Homology growth, hyperbolization, and fibering (Q6196903)

A remarkable result has been proved by \textit{I. Agol} ([Doc. Math. 18, 1045--1087 (2013; Zbl 1286.57019)]): All closed, hyperbolic 3-manifolds have a finite cover that fibers over a circle. In a geometric direction, \textit{G. Italiano} et al. [Invent. Math. 231, No. 1, 1--38 (2023; Zbl 1512.57039)], constructed the first finite volume hyperbolic 5-manifolds that fiber over a circle. In a more algebraic direction, \textit{D. Kielak} [J. Am. Math. Soc. 33, No. 2, 451--486 (2020; Zbl 1480.20102)] and \textit{S. P. Fisher} [``Improved algebraic fibrings'',Preprint, \url{arXiv:2112.00397}] showed that for a large class of groups, the existence of a virtual \(\mathbb{F}\)-homological fibering is controlled by vanishing of certain skew field Betti numbers.

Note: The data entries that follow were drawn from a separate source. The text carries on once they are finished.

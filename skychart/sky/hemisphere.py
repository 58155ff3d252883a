"""Irradiance of a level plane by the sky above it: sums over directions.

The directions that do for the whole sky pass by the narrow peak that haze has about the sun. But what haze sends from
the beam is its phase function times the light that the line of sight meets, and that light is as smooth as the rest:
it is interpolated between the same directions, and within 90 degrees of the sun summed with the phase function over
many more, under a window that ends flat (product integration).
"""

from collections.abc import Callable
from functools import cache

import numpy as np
from numpy.typing import ArrayLike, NDArray

from skychart.sky.grid import Grid

Array = NDArray[np.float64]
Light = Callable[..., Array]
Phase = Callable[[Array], Array]

_WHOLE_SKY = Grid(zenith=16, azimuth=8)
_PEAK_RADIUS = np.radians(90)
_DISTANCES, _TURNS = 24, 24


def over_hemisphere(stokes: Light, solar_elevation_deg: ArrayLike, *place: float) -> Array:
    """Sum of radiance times cosine over 16 zenith angles, clustered at the horizon, and 8 azimuths of the half turn.

    ``stokes`` takes solar elevation, view elevation, azimuth [degrees] and ``place``; result (..., wavelength).
    """
    cosine, azimuth, weight = _whole_sky()
    sun = np.asarray(solar_elevation_deg, dtype=float)[..., None, None]
    radiance = stokes(sun, np.degrees(np.arcsin(cosine))[:, None], np.degrees(azimuth), *place)[..., 0, :]
    return np.einsum("...zpl,zp->...l", radiance, weight)


def peak_missed(
    met: Light, phase: Phase, solar_elevation_deg: ArrayLike, seen_elevation_deg: ArrayLike, *place: float
) -> Array:
    """What ``over_hemisphere`` misses of light with a peak about the sun, (..., wavelength).

    ``met`` gives what ``phase``, a function of the cosine of the angle from the sun, multiplies, (..., wavelength), of
    the same arguments as ``stokes`` above; ``seen_elevation_deg``: where the refracted sun stands, shaped as its
    geometric elevation.
    """
    sun, seen = np.broadcast_arrays(np.asarray(solar_elevation_deg, dtype=float), seen_elevation_deg)
    cosine, azimuth, _ = _whole_sky()
    light = met(sun[..., None, None], np.degrees(np.arcsin(cosine))[:, None], np.degrees(azimuth), *place)
    light = light.reshape(sun.size, len(cosine) * len(azimuth), -1)
    missed = [
        np.einsum("dl,dl->l", here, _missing(phase, float(height)))
        for here, height in zip(light, np.radians(seen).ravel(), strict=True)
    ]
    return np.array(missed).reshape(*sun.shape, -1)


def _missing(phase: Phase, seen: float) -> Array:
    """Weights that light met in directions of the whole sky lacks, (direction, wavelength); sun at ``seen`` [rad]."""
    cosine, azimuth, weight = _whole_sky()
    across = np.sqrt(1 - cosine**2)[:, None] * np.cos(azimuth)
    to_sun = (cosine[:, None] * np.sin(seen) + across * np.cos(seen)).ravel()
    taken = (weight.ravel() * _window(np.arccos(np.clip(to_sun, -1, 1))))[:, None] * phase(to_sun)
    distance, height, turned, part = _about(seen)
    up, around = _toward_height(height), _toward_azimuth(turned)
    between = (up[:, :, None] * around[:, None, :]).reshape(len(part), -1)
    return np.asarray(between.T @ (part[:, None] * phase(np.cos(distance))) - taken)


@cache
def _whole_sky() -> tuple[Array, Array, Array]:
    """Sines of view elevations (zenith,), azimuths (azimuth,) [rad], and weights times cosine (zenith, azimuth)."""
    cosine, weight = (part[: _WHOLE_SKY.zenith] for part in _WHOLE_SKY.cosines(0.0))
    cos_phi, _, phi_weight = _WHOLE_SKY.azimuths()
    return cosine, np.arccos(cos_phi), np.outer(cosine * weight * phi_weight, np.ones(len(cos_phi)))


def _about(seen: float) -> tuple[Array, Array, Array, Array]:
    """Directions above the horizon about a sun at ``seen`` [rad], each (direction,).

    Distance from it, sine of the elevation, azimuth, and weight times cosine and window.
    """
    node, weight = np.polynomial.legendre.leggauss(_DISTANCES)
    place = 0.5 * (node + 1)[:, None]
    distance = _PEAK_RADIUS * place**2
    turn = (np.arange(_TURNS) + 0.5) * np.pi / _TURNS
    sine = np.sin(seen) * np.cos(distance) + np.cos(seen) * np.sin(distance) * np.cos(turn)
    ahead = np.cos(seen) * np.cos(distance) - np.sin(seen) * np.sin(distance) * np.cos(turn)
    azimuth = np.arctan2(np.sin(distance) * np.sin(turn), ahead)
    solid_angle = np.sin(distance) * (_PEAK_RADIUS * place * weight[:, None]) * (2 * np.pi / _TURNS)
    above = sine > 0
    distance = np.broadcast_to(distance, sine.shape)[above]
    return distance, sine[above], azimuth[above], (sine * solid_angle)[above] * _window(distance)


def _toward_height(sine: Array) -> Array:
    """Weights of the view elevations of the whole sky at others, given by their sines: (n, zenith).

    A polynomial in the square root of the sine, in which those elevations are nodes of a Gaussian rule.
    """
    node = np.sqrt(_whole_sky()[0])
    basis = np.polynomial.legendre.legvander(2 * node - 1, len(node) - 1)
    wanted = np.polynomial.legendre.legvander(2 * np.sqrt(np.minimum(sine, 1)) - 1, len(node) - 1)
    return np.linalg.solve(basis.T, wanted.T).T


def _toward_azimuth(azimuth: Array) -> Array:
    """Weights of the azimuths of the whole sky at others [rad], (n, azimuth): cosine waves through them."""
    node = _whole_sky()[1]
    wave = np.arange(len(node))
    return np.cos(azimuth[:, None] * wave) @ np.linalg.inv(np.cos(node[:, None] * wave))


def _window(distance: Array) -> Array:
    """1 at the sun, falling flat to 0 at the radius of the peak."""
    return (1 - np.minimum(distance / _PEAK_RADIUS, 1) ** 2) ** 2
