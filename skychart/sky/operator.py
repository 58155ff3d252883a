"""One more scattering of the whole field as a dense linear operator, and the sum of all orders.

The binned geometry is kept once; the matrices of a few wavelengths at a time are made from it in a buffer that is used
again, since it is the largest thing in memory.
"""

from collections.abc import Iterator
from concurrent.futures import ThreadPoolExecutor
from dataclasses import dataclass
from itertools import pairwise

import numpy as np
from numpy.typing import NDArray

from skychart.sky import dipole
from skychart.sky.beam import THREADS
from skychart.sky.fan import Fan
from skychart.sky.kernels import Kernels, Window, bin_crossings, bin_ground
from skychart.sky.shape import Shape

Array = NDArray[np.float64]
Single = NDArray[np.float32]

_LAST_ORDER = 1e-4
_MOST_ORDERS = 200
_REACHES_DEG = (4.0, 1.0)  # crossings that turn by less about the planet's centre see few source nodes
_BLOCK_BYTES = 330e6  # of matrices held at once, one a wavelength


@dataclass(frozen=True, eq=False)
class Level:
    """The geometry of all rays from one level: kernels by the reach of their rays, and of the ground seen."""

    kernels: list[Kernels]
    ground: Single  # (ray, entry, node, ground node)
    ground_transmission: Array  # (ray, wavelength)

    @classmethod
    def of(cls, fan: Fan, chi: Array, shapes: tuple[Shape, Shape], entries: int) -> "Level":
        """Bin a fan's crossings for sources at ``chi`` [rad] over the shapes of the tensor and of the ground."""
        seen = fan.coarse.reached & (fan.coarse.weight.max(axis=(0, 4)) > 0)
        reach = np.abs(fan.coarse.sin_turn)
        kernels = []
        # the ground's own rays make its irradiance too: keep them in one piece
        reaches = np.sin(np.radians(_REACHES_DEG)) if fan.level else ()
        for nearest, farthest in pairwise((np.inf, *reaches, -1.0)):
            some = seen & (reach < nearest) & (reach >= farthest)
            if some.any():
                kernels.append(bin_crossings(fan, some, Window.of(chi, nearest), chi, shapes[0], entries))
        strikes = np.nonzero(fan.coarse.ground.any(axis=1))[0]
        return cls(kernels, bin_ground(fan, strikes, chi, shapes[1], entries), fan.coarse.ground[strikes])


class Operator:
    """The operator at every wavelength. States are over the shapes: (level, entry, node), then (ground node)."""

    def __init__(
        self, fans: list[Fan], chi: Array, shapes: tuple[Shape, Shape], scatterers: dipole.Scatterers, albedo: Array
    ) -> None:
        self.nodes, self.entries = len(chi), scatterers.entries
        self.rows = self.entries * self.nodes
        self.scatterers, self.albedo = scatterers, albedo
        with ThreadPoolExecutor(THREADS) as pool:
            self.levels = list(pool.map(lambda fan: Level.of(fan, chi, shapes, self.entries), fans))
        repeated = np.repeat(shapes[0].at_node[:, None], self.entries, axis=1)
        self.shape = np.append(repeated.ravel(), shapes[1].at_node[0]).astype(np.float32)

    def sum_orders(self, tensor: Array, ground: Array) -> tuple[Single, Single]:
        """All orders from the first: ``tensor`` (level, node, entry, wavelength), ``ground`` (node, wavelength).

        The results have the same shapes and are divided by the Shape's values. Orders are added until one adds less
        than 1e-4 of the sum anywhere.
        """
        flat = np.concatenate([tensor.transpose(3, 0, 2, 1).reshape(tensor.shape[3], -1), ground.T], axis=1)
        first = (flat / self.shape).astype(np.float32)
        total = np.empty_like(first)
        wavelengths, size = first.shape
        at_once = min(max(int(_BLOCK_BYTES / (4 * size**2)), 1), wavelengths)
        buffer = np.empty((at_once, size, size), np.float32)
        with ThreadPoolExecutor(THREADS) as pool:
            for start in range(0, wavelengths, at_once):
                block = range(start, min(start + at_once, wavelengths))
                matrices = buffer[: len(block)]
                list(pool.map(lambda number, m=matrices, b=block: self._fill(m, b, number), range(len(self.levels))))
                total[block] = list(pool.map(self._summed, matrices, first[block]))
        solved = total[:, : -self.nodes].reshape(-1, len(self.levels), self.entries, self.nodes)
        return solved.transpose(1, 3, 2, 0), total[:, -self.nodes :].T

    def _summed(self, matrix: Single, first: Single) -> Single:
        total, order = first.copy(), first
        for _ in range(_MOST_ORDERS):
            order = (matrix @ order) / self.shape
            total += order
            if np.abs(order).max() < _LAST_ORDER * np.abs(total).max():
                break
        return total

    def _fill(self, matrices: Single, wavelengths: range, number: int) -> None:
        """The rows of level ``number`` of the matrices of some wavelengths; with level 0 come those of the ground."""
        level, size = self.levels[number], (self.entries, self.nodes)
        count, own = len(matrices), matrices[:, number * self.rows : (number + 1) * self.rows]
        own.fill(0)
        rows = own[..., : -self.nodes].reshape(count, *size, len(self.levels), *size)
        ground = matrices[:, -self.nodes :]
        to_ground = ground[..., : -self.nodes].reshape(count, 1, self.nodes, len(self.levels), *size)
        if number == 0:
            ground.fill(0)
        for kernels in level.kernels:
            blocks = self._weighted(kernels, wavelengths)
            if kernels.window.width == self.nodes:
                for source, block in blocks:
                    rows[:, :, :, source] = block[:, : self.entries]
                    if number == 0:
                        to_ground[:, :, :, source] = block[:, self.entries :]
                continue
            sums = np.zeros((*rows.shape[:-1], kernels.window.width), np.float32)
            for source, block in blocks:
                sums[:, :, :, source] = block[:, : self.entries]
            for x, first in enumerate(kernels.window.first):
                rows[:, :, x, ..., first : first + kernels.window.width] += sums[:, :, x]
        radiance = self.albedo[wavelengths] / np.pi * level.ground_transmission[:, wavelengths]
        own[..., -self.nodes :] = np.tensordot(radiance.T, level.ground, axes=1).reshape(count, self.rows, -1)

    def _weighted(self, kernels: Kernels, wavelengths: range) -> Iterator[tuple[int, Single]]:
        """Each source level with its kernels under the path weights: (wavelength, output, node, entry, window)."""
        count, (_, outputs, nodes, _, width) = len(wavelengths), kernels.dipolar.shape
        scatterers = self.scatterers.of(wavelengths)
        traced = [entry for entry, part in enumerate(dipole.TRACE) if part]
        for source, run in kernels.runs():
            molecules, *haze = kernels.weight[:, run, wavelengths.start : wavelengths.stop].swapaxes(1, 2)
            block = np.empty((count, outputs, nodes, self.entries, width), np.float32)
            block[..., : dipole.ENTRIES, :] = _product(scatterers.a[:, None] * molecules, kernels.dipolar[run])
            plain = scatterers.b[:, None] * molecules
            if haze and kernels.forward is not None and scatterers.forward is not None:
                plain = plain + dipole.ISOTROPIC * haze[0]
                forward = dipole.ISOTROPIC * scatterers.forward[:, None] * haze[0]
                block[..., dipole.ENTRIES :, :] = _product(forward, kernels.forward[run])
            isotropic = _product(plain, kernels.plain[run])
            for entry in traced:
                block[..., entry, :] += isotropic
            yield source, block


def _product(weight: Array, kernel: Single) -> Single:
    """Sum over crossings of ``weight`` (wavelength, crossing) and ``kernel`` (crossing, ...): (wavelength, ...)."""
    return (weight.astype(np.float32) @ kernel.reshape(len(kernel), -1)).reshape(len(weight), *kernel.shape[1:])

For \(\mathbb{F}=\mathbb{Q}\) these Betti numbers are the \(L^{2}\)-Betti numbers, and for general fields they have an interpretation as a measure of \(\mathbb{F}\)-homology growth of finite covers. In the paper under review, the authors use \(\mathbb{F}_{p}\)-homology growth (for odd \(p\)) to prove Theorem A: There exists a closed, odd-dimensional, aspherical manifold \(\mathcal{M}\) with word hyperbolic fundamental group that does not virtually fiber over a circle. In this paper, other interesting results are proven, which are too technical to report here.